● WHAT YOU NEED TO DO
Go through the entries below and print, exactly, the lines starting at the one with "if o.Link >= 0" and ending at the one with "if other.Link == o.Link", keeping both ends and no others.

Stored data:
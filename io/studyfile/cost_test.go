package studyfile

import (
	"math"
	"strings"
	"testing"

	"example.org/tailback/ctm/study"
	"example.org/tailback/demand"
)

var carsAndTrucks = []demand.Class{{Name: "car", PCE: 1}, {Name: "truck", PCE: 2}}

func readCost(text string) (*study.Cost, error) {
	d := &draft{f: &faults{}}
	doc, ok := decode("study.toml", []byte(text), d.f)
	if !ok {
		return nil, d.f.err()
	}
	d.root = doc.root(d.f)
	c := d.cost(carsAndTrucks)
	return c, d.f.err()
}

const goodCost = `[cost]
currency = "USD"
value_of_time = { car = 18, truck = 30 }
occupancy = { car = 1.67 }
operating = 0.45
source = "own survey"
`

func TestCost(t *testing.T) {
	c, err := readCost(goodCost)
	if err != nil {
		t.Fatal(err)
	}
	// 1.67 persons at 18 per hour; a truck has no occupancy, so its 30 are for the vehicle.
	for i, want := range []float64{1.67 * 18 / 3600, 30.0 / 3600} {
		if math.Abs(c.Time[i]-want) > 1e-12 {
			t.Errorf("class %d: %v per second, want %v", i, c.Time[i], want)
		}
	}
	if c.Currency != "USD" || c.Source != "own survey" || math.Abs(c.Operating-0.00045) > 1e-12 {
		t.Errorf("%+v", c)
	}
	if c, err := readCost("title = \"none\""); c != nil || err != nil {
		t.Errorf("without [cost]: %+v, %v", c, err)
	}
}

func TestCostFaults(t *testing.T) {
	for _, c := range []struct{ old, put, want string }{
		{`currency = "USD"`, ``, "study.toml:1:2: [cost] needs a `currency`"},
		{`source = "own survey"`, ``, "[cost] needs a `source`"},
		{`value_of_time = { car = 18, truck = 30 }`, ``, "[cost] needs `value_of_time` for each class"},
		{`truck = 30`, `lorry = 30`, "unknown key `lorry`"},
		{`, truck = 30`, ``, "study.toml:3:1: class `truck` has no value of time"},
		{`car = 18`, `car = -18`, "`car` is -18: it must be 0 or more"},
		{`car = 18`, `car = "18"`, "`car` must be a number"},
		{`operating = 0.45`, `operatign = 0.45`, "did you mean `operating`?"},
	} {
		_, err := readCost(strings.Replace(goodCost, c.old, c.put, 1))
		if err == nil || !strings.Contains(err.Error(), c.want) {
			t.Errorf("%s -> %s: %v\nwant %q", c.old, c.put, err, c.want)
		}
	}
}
---
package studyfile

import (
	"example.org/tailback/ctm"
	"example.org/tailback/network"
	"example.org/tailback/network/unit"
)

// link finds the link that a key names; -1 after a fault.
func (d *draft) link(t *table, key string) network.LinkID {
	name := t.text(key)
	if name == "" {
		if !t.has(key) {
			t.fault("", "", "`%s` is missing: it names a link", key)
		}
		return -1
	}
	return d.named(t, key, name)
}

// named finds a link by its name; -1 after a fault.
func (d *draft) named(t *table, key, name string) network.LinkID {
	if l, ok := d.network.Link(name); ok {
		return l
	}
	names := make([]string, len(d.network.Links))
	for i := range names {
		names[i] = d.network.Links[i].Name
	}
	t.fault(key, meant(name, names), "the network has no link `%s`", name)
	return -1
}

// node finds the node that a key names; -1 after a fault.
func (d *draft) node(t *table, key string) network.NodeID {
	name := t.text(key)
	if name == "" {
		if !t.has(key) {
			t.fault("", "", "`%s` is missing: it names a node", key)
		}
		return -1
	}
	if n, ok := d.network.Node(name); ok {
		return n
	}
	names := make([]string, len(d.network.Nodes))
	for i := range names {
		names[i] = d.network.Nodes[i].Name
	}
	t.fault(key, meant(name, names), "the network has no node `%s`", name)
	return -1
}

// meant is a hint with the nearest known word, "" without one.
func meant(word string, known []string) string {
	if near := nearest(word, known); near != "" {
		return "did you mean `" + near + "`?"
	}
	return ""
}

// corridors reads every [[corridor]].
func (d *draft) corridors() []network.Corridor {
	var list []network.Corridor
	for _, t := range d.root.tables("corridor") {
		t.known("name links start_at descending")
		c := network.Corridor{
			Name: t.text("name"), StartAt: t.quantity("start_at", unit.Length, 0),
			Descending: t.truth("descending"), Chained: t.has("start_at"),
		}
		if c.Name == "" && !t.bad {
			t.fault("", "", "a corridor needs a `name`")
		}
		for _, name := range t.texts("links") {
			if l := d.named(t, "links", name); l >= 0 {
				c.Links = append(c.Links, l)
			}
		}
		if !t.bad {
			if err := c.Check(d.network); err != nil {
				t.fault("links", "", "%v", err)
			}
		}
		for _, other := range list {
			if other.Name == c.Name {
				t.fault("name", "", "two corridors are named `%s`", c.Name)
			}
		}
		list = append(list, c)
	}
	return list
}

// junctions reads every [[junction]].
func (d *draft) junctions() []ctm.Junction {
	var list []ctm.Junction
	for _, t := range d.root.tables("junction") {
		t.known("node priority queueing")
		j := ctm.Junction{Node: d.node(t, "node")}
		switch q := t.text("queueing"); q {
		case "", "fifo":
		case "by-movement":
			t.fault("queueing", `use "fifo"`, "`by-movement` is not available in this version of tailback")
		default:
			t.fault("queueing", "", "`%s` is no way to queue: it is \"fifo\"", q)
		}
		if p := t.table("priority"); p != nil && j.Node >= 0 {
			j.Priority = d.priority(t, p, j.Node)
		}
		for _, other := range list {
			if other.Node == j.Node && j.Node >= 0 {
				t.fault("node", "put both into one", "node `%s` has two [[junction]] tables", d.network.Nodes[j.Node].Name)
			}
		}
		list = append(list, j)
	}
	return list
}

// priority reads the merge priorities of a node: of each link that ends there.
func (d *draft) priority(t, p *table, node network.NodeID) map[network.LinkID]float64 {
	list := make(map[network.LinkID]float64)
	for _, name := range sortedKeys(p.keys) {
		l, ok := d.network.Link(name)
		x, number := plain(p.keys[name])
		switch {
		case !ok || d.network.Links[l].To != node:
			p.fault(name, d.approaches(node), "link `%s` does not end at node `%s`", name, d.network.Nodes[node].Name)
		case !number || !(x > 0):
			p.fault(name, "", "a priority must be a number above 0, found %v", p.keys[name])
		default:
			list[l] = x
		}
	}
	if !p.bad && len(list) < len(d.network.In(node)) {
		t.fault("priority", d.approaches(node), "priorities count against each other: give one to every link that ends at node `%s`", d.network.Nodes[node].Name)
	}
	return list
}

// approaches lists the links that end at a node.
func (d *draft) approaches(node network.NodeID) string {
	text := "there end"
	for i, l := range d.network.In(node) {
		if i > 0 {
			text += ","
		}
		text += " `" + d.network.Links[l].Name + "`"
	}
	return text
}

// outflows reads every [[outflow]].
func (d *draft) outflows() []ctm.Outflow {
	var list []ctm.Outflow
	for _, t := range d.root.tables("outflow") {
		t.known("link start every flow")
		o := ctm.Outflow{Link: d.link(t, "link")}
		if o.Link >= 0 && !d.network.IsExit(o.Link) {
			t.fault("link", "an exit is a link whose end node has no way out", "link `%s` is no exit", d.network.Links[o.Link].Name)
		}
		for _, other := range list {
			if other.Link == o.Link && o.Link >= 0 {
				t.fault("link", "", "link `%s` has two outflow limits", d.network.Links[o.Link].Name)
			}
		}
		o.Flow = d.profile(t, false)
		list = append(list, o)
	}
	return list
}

● ANSWER TO THE EXERCISE
		if o.Link >= 0 && !d.network.IsExit(o.Link) {
			t.fault("link", "an exit is a link whose end node has no way out", "link `%s` is no exit", d.network.Links[o.Link].Name)
		}
		for _, other := range list {
			if other.Link == o.Link && o.Link >= 0 {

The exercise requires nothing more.